Several limitations of this study should be noted. First, the optimal tractography method to sensitively detect AD effects on structural networks remains a controversial issue. The two main tractography approaches (e.g. deterministic and probabilistic) have their own respective merits; the deterministic approach is advantageous for tracking long fiber tracts, while the probabilistic approach exhibits more reliable performance (Khalsa et al., 2014). A recent study comparing nine different tractography algorithms to detect network abnormalities caused by AD also indicated no universally optimal methods (Zhan et al., 2015). In this study, the probabilistic approach was selected to construct the structural networks for two reasons: 1) the probabilistic approach has been reported as more effective against fiber-crossing issues (King et al., 2009); and 2) in the deterministic approach, the structural network derived is too sparse for MDMR analysis. Second, as discussed above, the biological interpretability of structural connectivity is challenging. Novel techniques on diffusion MR data, such as pixel-based analysis, offering greater anatomical specificity, can possibly explain whether the degeneration of WM tracts in AD patients is mainly due to axonal loss or demyelination (Mito et al., 2018). Thirdly, while the motivation of this study was to distinguish structural connectivity abnormalities in cMCI and AD patients, future work is undoubtedly necessary to probe the association between network changes and specific clinical manifestations. Finally, the cross-sectional dataset with a small sample size employed in our study may bias the MDMR results. Longitudinal investigations on bigger cohorts will be helpful to validate our connectivity results.

This study stresses the value of implementing MDMR to investigate the topological properties of structural networks on an individual basis. While sMCI patients do not exhibit global connectivity alterations, an extensive reorganization of structural networks among cMCI and AD patients occurs in a number of cortico-subcortical regions.

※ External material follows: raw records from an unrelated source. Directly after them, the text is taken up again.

impl Run<'_> {
    /// `n` full sub-steps; the flag says the plate came to rest and stays there.
    fn steps(&self, x: f64, v: f64, n: u64) -> (f64, f64, bool) {
        if let Some(c) = self.closed
            && n >= MIN_JUMP
            && v != 0.0
        {
            if let Some((x, v)) = c.jump(self.p, x, v, self.motor, self.spring_on, n) {
                return (x, v, false);
            }
            // An event falls inside: halve the run and try each half.
            let first = n / 2;
            let (x, v, rest) = self.steps(x, v, first);
            if rest {
                return (x, v, true);
            }
            return self.steps(x, v, n - first);
        }
        self.one_by_one(x, v, n)
    }

    fn one_by_one(&self, mut x: f64, mut v: f64, n: u64) -> (f64, f64, bool) {
        let h = self.p.substep_s;
        for i in 0..n {
            let (xn, vn) = substep(self.p, x, v, self.motor, self.spring_on, h);
            // A plate at rest that stays at rest (held by static friction, or pressed
            // against a stop) stays so for every further sub-step of this call, whatever
            // their length: the drive and the springs do not change within it. Stopping here
            // is exact.
            if v == 0.0 && vn == 0.0 && xn == x {
                return (x, v, true);
            }
            (x, v) = (xn, vn);
            // Moving again after a rest or a reversal: the rest may go in jumps.
            if self.closed.is_some() && v != 0.0 && n - i > MIN_JUMP {
                return self.steps(x, v, n - i - 1);
            }
        }
        (x, v, false)
    }
}
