//! The fault catalogue: what a script can `break` and `mend`, and what `faults single` and
//! `faults double` enumerate, and how each fault rewrites the voltages a track delivers or
//! the behaviour of the actuator.

use crate::model::{Model, SensorId, TrackRef};
use crate::plant::ActuatorCondition;
use crate::time::{Time, trim};
use serde::Serialize;

/// A wiring fault on one track.
#[derive(Clone, Copy, Debug, PartialEq, Serialize)]
#[serde(tag = "kind", rename_all = "snake_case")]
pub enum TrackFault {
    /// Broken signal wire: reads the sensor's `open reads` level.
    Open,
    /// Signal shorted to ground: 0 V.
    ShortGround,
    /// Signal shorted to the sensor supply.
    ShortSupply,
    /// The signal freezes at the voltage it had at the instant of breaking.
    Stuck,
    /// A constant voltage added to the signal.
    Offset { volts: f64 },
    /// The signal scaled by a factor (0.9 for `gain 90 %`).
    Gain { factor: f64 },
    /// Shorted to another track: both deliver a common voltage (their mean).
    Bridged { other: TrackRef },
    /// Open for `open` out of every `every`, phase starting at the instant of breaking.
    Intermittent { open: Time, every: Time },
}

/// A fault on a sensor's shared ground or supply.
#[derive(Clone, Copy, Debug, PartialEq, Serialize)]
#[serde(tag = "kind", rename_all = "snake_case")]
pub enum SensorFault {
    /// The sensor's ground lifted: every track reads this much higher.
    GroundOffset { volts: f64 },
    /// The sensor's supply changed: every track scales ratiometrically.
    Supply { volts: f64 },
}

/// A fault of the throttle body itself.
#[derive(Clone, Copy, Debug, PartialEq, Serialize)]
#[serde(tag = "kind", rename_all = "snake_case")]
pub enum ActuatorFault {
    /// The plate freezes where it is at the instant of breaking.
    Stuck,
    /// Motor torque scaled by a factor (0.5 for `weak 50 %`).
    Weak { factor: f64 },
    /// The return springs exert no force.
    SpringBroken,
}

/// Where a fault is injected and what it is.
#[derive(Clone, Copy, Debug, PartialEq, Serialize)]
#[serde(tag = "at", rename_all = "snake_case")]
pub enum Injection {
    Track {
        track: TrackRef,
        fault: TrackFault,
    },
    Sensor {
        sensor: SensorId,
        fault: SensorFault,
    },
    Actuator {
        fault: ActuatorFault,
    },
}

/// A fault that is broken: what, since when, and the value it froze at the instant of
/// breaking (the volts a `stuck` track delivered, the plate position of a `stuck` actuator;
/// zero for every other fault).
#[derive(Clone, Copy, Debug, PartialEq, Serialize)]
pub struct ActiveFault {
    pub injection: Injection,
    pub since: Time,
    pub captured: f64,
}

impl ActiveFault {
    pub fn new(injection: Injection, since: Time, captured: f64) -> ActiveFault {
        ActiveFault {
            injection,
            since,
            captured,
        }
    }

    /// Breaks `injection` at `now`, capturing what it freezes: for a stuck track, the volts
    /// that track delivers at this instant with the faults already `active` (so a track that
    /// sticks under a supply fault keeps the low reading after the supply is mended); for a
    /// stuck actuator, the plate position. `true_percent` is the true position of each sensor,
    /// indexed by [`SensorId`]; a missing entry reads as 0 %.
    pub fn capture(
        model: &Model,
        injection: Injection,
        now: Time,
        true_percent: &[f64],
        plate_position: f64,
        active: &[ActiveFault],
    ) -> ActiveFault {
        let captured = match injection {
            Injection::Track {
                track,
                fault: TrackFault::Stuck,
            } => {
                let n = model
                    .sensors
                    .get(track.sensor)
                    .map_or(0, |s| s.tracks.len());
                // Breaking is rare (once per injection), so a small allocation here is fine.
                let mut volts = vec![0.0; n];
                let pct = true_percent.get(track.sensor).copied().unwrap_or(0.0);
                sensor_volts(model, track.sensor, pct, active, now, &mut volts);
                volts.get(track.track).copied().unwrap_or(0.0)
            }
            Injection::Actuator {
                fault: ActuatorFault::Stuck,
            } => plate_position,
            _ => 0.0,
        };
        ActiveFault {
            injection,
            since: now,
            captured,
        }
    }
}

/// Whether an intermittent open is in its open part at `now`: open for the first `open` of
/// every `every`, counting from the instant of breaking. An `every` of zero is always open.
fn intermittent_is_open(open: Time, every: Time, since: Time, now: Time) -> bool {
    let elapsed = now.saturating_sub(since).0;
    let phase = if every.0 == 0 { 0 } else { elapsed % every.0 };
    phase < open.0
}

/// The volts the controller's input pin sees on each track of `sensor` (written to `out`,
/// one entry per track in track order; entries beyond the sensor's tracks are left alone, as
/// are all entries for an unknown sensor) when the sensor's true position is `true_percent`
/// and the faults `active` are broken.
///
/// Composition, in this order:
/// 1. the healthy characteristic `volts_at(true_percent)` at the nominal `model.supply`;
/// 2. sensor faults: a `supply V` fault scales every track ratiometrically by
///    `V / model.supply` (the last such fault broken wins), then every `ground offset` adds;
/// 3. track modifiers, `offset` and `gain`, in the order they were broken;
/// 4. track replacements, in the order they were broken, so the last one wins: `open` reads
///    the sensor's `open reads`, `short ground` 0 V, `short supply` the sensor's supply (the
///    faulted one if a supply fault is active), `stuck` the captured volts, `intermittent`
///    reads `open reads` in its open part and passes the value through otherwise. These act
///    at the pin, downstream of the sensor, which is why they override modifiers and ignore
///    the sensor's ground offset;
/// 5. bridges last: both tracks deliver the mean of their volts after steps 1-4 (equal source
///    impedances), pair by pair in the order broken. A bridge to a track of another sensor is
///    not modelled here (that sensor's true position is not known) and is ignored.
pub fn sensor_volts(
    model: &Model,
    sensor: SensorId,
    true_percent: f64,
    active: &[ActiveFault],
    now: Time,
    out: &mut [f64],
) {
    let Some(s) = model.sensors.get(sensor) else {
        return;
    };
    let mut supply = model.supply;
    let mut ground = 0.0;
    // Whether a track fault is on this sensor: without one, steps 2 to 5 have nothing to do.
    let mut touched = false;
    for f in active {
        match f.injection {
            Injection::Sensor { sensor: at, fault } if at == sensor => match fault {
                SensorFault::Supply { volts } => supply = volts,
                SensorFault::GroundOffset { volts } => ground += volts,
            },
            Injection::Track { track, .. } if track.sensor == sensor => touched = true,
            _ => {}
        }
    }
    let scale = if model.supply > 0.0 {
        supply / model.supply
    } else {
        1.0
    };
    // The faults the track passes below read: none when no track fault is on this sensor.
    let on_tracks: &[ActiveFault] = if touched { active } else { &[] };
    let on_track = |f: &ActiveFault, i: usize| match f.injection {
        Injection::Track { track, fault } if track.sensor == sensor && track.track == i => {
            Some(fault)
        }
        _ => None,
    };
    for (i, (track, v)) in s.tracks.iter().zip(out.iter_mut()).enumerate() {
        let mut volts = track.volts_at(true_percent) * scale + ground;
        for f in on_tracks {
            match on_track(f, i) {
                Some(TrackFault::Offset { volts: x }) => volts += x,
                Some(TrackFault::Gain { factor }) => volts *= factor,
                _ => {}
            }
        }
        for f in on_tracks {
            match on_track(f, i) {
                Some(TrackFault::Open) => volts = s.open_reads,
                Some(TrackFault::ShortGround) => volts = 0.0,
                Some(TrackFault::ShortSupply) => volts = supply,
                Some(TrackFault::Stuck) => volts = f.captured,
                Some(TrackFault::Intermittent { open, every })
                    if intermittent_is_open(open, every, f.since, now) =>
                {
                    volts = s.open_reads
                }
                _ => {}
            }
        }
        *v = volts;
    }
    let n = s.tracks.len().min(out.len());
    for f in on_tracks {
        if let Injection::Track {
            track,
            fault: TrackFault::Bridged { other },
        } = f.injection
            && track.sensor == sensor
            && other.sensor == sensor
            && track.track < n
            && other.track < n
        {
            let mean = 0.5 * (out[track.track] + out[other.track]);
            out[track.track] = mean;
            out[other.track] = mean;
        }
    }
}

/// What the active actuator faults do to the plate: frozen at the captured position (the
/// last stuck fault broken), motor torque scaled by the product of every `weak` factor, and
/// springs broken. No actuator fault gives the healthy condition.
pub fn actuator_condition(active: &[ActiveFault]) -> ActuatorCondition {
    let mut c = ActuatorCondition::HEALTHY;
    for f in active {
        if let Injection::Actuator { fault } = f.injection {
            match fault {
                ActuatorFault::Stuck => c.stuck_at = Some(f.captured),
                ActuatorFault::Weak { factor } => c.torque_factor *= factor,
                ActuatorFault::SpringBroken => c.spring_broken = true,
            }
        }
    }
    c
}
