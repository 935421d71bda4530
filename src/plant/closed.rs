//! Many sub-steps at once. Between two events of the plate (a stop reached, a reversal, a
//! change of spring piece, rest) a sub-step of [`super::substep`] is an affine map of the
//! state `z = (x, v)`: with the spring force `a - k x` of the piece, the Coulomb force
//! `fc sign(v)` fixed by the direction of travel and the motor force fixed for the call,
//!
//! ```text
//! v' = (1 - h c) v - h k x + h f          f = motor + a - fc sign(v)
//! x' = x + h v' = (1 - h^2 k) x + h (1 - h c) v + h^2 f
//! ```
//!
//! so `z' = M z + f u` with `u = (h^2, h)`, and `n` sub-steps are `M^n z + f (I + M + ... +
//! M^(n-1)) u`. The powers are tabulated for `n = 2^j` and composed along the bits of `n`.
//!
//! The closed form is only taken when it is exact, i.e. when no event can have happened in
//! between. Where `M` has two distinct positive real eigenvalues, every component of the
//! deviation from the fixed point is `c1 l1^n + c2 l2^n`, which changes sign at most once; so
//! if the velocity has the same strict sign at both ends it had it throughout, the position
//! was monotone, and both ends inside the piece and off the stops put every position in
//! between there too. Otherwise (underdamped pieces, a reversal, a piece boundary crossed)
//! the caller falls back to sub-stepping. The result equals the sub-stepped one up to
//! rounding.

use super::{DETENT_BAND, PlantParams};

/// Affine map of `2^j` sub-steps: `z -> m z + f w`.
#[derive(Clone, Copy, Debug, PartialEq)]
struct Block {
    m: [[f64; 2]; 2],
    w: [f64; 2],
}

impl Block {
    fn apply(&self, x: f64, v: f64, f: f64) -> (f64, f64) {
        (
            self.m[0][0] * x + self.m[0][1] * v + f * self.w[0],
            self.m[1][0] * x + self.m[1][1] * v + f * self.w[1],
        )
    }

    /// `self` twice: `m^2`, `(I + m) w`.
    fn doubled(&self) -> Block {
        let m = self.m;
        let mm = [
            [
                m[0][0] * m[0][0] + m[0][1] * m[1][0],
                m[0][0] * m[0][1] + m[0][1] * m[1][1],
            ],
            [
                m[1][0] * m[0][0] + m[1][1] * m[1][0],
                m[1][0] * m[0][1] + m[1][1] * m[1][1],
            ],
        ];
        let w = [
            self.w[0] + m[0][0] * self.w[0] + m[0][1] * self.w[1],
            self.w[1] + m[1][0] * self.w[0] + m[1][1] * self.w[1],
        ];
        Block { m: mm, w }
    }
}

/// Number of tabulated powers: up to `2^BLOCKS - 1` sub-steps in one closed-form jump.
const BLOCKS: usize = 24;

/// Where a piece holds, in the terms [`PlantParams::spring`] tests them.
#[derive(Clone, Copy, Debug, PartialEq)]
enum Region {
    /// `x - default > DETENT_BAND`.
    Above,
    /// `x - default < -DETENT_BAND`.
    Below,
    /// Springs broken: everywhere.
    Free,
}

impl Region {
    fn holds(self, p: &PlantParams, x: f64) -> bool {
        match self {
            Region::Above => x - p.default > DETENT_BAND,
            Region::Below => x - p.default < -DETENT_BAND,
            Region::Free => true,
        }
    }
}

/// One affine piece of the spring: force `a - k x` over its region.
#[derive(Clone, Debug, PartialEq)]
struct Piece {
    region: Region,
    a: f64,
    blocks: Vec<Block>,
}

impl Piece {
    /// `None` when the piece's map has no two distinct positive real eigenvalues (the closed
    /// form could then hide a reversal).
    fn new(region: Region, a: f64, k: f64, c: f64, h: f64) -> Option<Piece> {
        let m = [[1.0 - h * h * k, h * (1.0 - h * c)], [-h * k, 1.0 - h * c]];
        let tr = m[0][0] + m[1][1];
        let det = m[0][0] * m[1][1] - m[0][1] * m[1][0];
        let disc = tr * tr - 4.0 * det;
        if !(disc.is_finite() && disc > 0.0 && det > 0.0 && tr > 0.0) {
            return None;
        }
        let mut b = Block { m, w: [h * h, h] };
        let mut blocks = Vec::with_capacity(BLOCKS);
        for _ in 0..BLOCKS {
            blocks.push(b);
            b = b.doubled();
        }
        Some(Piece { region, a, blocks })
    }
}

/// The closed-form tables of one plate.
#[derive(Clone, Debug, PartialEq)]
pub struct Closed {
    /// Above the detent band, below it, and with the springs broken (no spring force).
    above: Option<Piece>,
    below: Option<Piece>,
    free: Option<Piece>,
}

impl Closed {
    pub fn new(p: &PlantParams) -> Closed {
        let (k, d, pre, c, h) = (p.stiffness, p.default, p.preload, p.viscous, p.substep_s);
        Closed {
            // spring(x) = -(pre + k (x - d)) above, pre - k (x - d) below.
            above: Piece::new(Region::Above, k * d - pre, k, c, h),
            below: Piece::new(Region::Below, pre + k * d, k, c, h),
            free: Piece::new(Region::Free, 0.0, 0.0, c, h),
        }
    }

    /// `n` sub-steps from a moving plate in one jump, or `None` when an event may fall in
    /// between (see the module text).
    pub fn jump(
        &self,
        p: &PlantParams,
        x: f64,
        v: f64,
        motor: f64,
        spring_on: bool,
        n: u64,
    ) -> Option<(f64, f64)> {
        if v == 0.0 || n >= 1 << BLOCKS {
            return None;
        }
        let piece = if !spring_on {
            self.free.as_ref()?
        } else if x - p.default > DETENT_BAND {
            self.above.as_ref()?
        } else if x - p.default < -DETENT_BAND {
            self.below.as_ref()?
        } else {
            return None;
        };
        let f = motor + piece.a - p.coulomb.copysign(v);
        let (mut xn, mut vn) = (x, v);
        // The blocks of `n`'s set bits, lowest first (`n < 2^BLOCKS`, checked above).
        let mut bits = n;
        while bits != 0 {
            let b = &piece.blocks[bits.trailing_zeros() as usize];
            (xn, vn) = b.apply(xn, vn, f);
            bits &= bits - 1;
        }
        // Both ends strictly off the stops and inside the piece, the direction kept: by the
        // module's argument no event fell in between.
        let same_direction = vn != 0.0 && (vn > 0.0) == (v > 0.0);
        let ok = |y: f64| y > 0.0 && y < 100.0 && piece.region.holds(p, y);
        (same_direction && ok(x) && ok(xn)).then_some((xn, vn))
    }
}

The aberrant pattern of structural connectivity is consistent with circuit dysfunction and functional connectivity damage reported in previous studies and supports current theories on brain network disruptions caused by AD. The impaired key structural connections that we identified demonstrate the promising distinguishing capability of MDMR to predict prodromal AD patients.

Disclosures

The authors report no biomedical financial interests or potential conflicts of interest. The data contained in the manuscript being submitted have not been previously published, have not been submitted elsewhere and will not be submitted elsewhere while under consideration at Neurobiology of Aging. All authors have reviewed the contents of the manuscript being submitted, approve of its contents and validate the accuracy of the data.

Funding

This study was supported by the National Key Research and Development Program of China (2018YFC1312000), The Basic Research Foundation Key Project Track of Shenzhen Science and Technology Program (JCYJ20160509162237418, JCYJ20170413110656460), the Basic Research Foundation of Shenzhen Science and Technology Program (JCYJ20150403161923510), Beijing Municipal Administration of Hospitals' Mission Plan (SML20150803), Beijing Municipal Science & Technology Commission (Z161100000216140, Z171100000117013) and Beijing Municipal Commission of Health and Family Planning (PXM2017_026283_000002).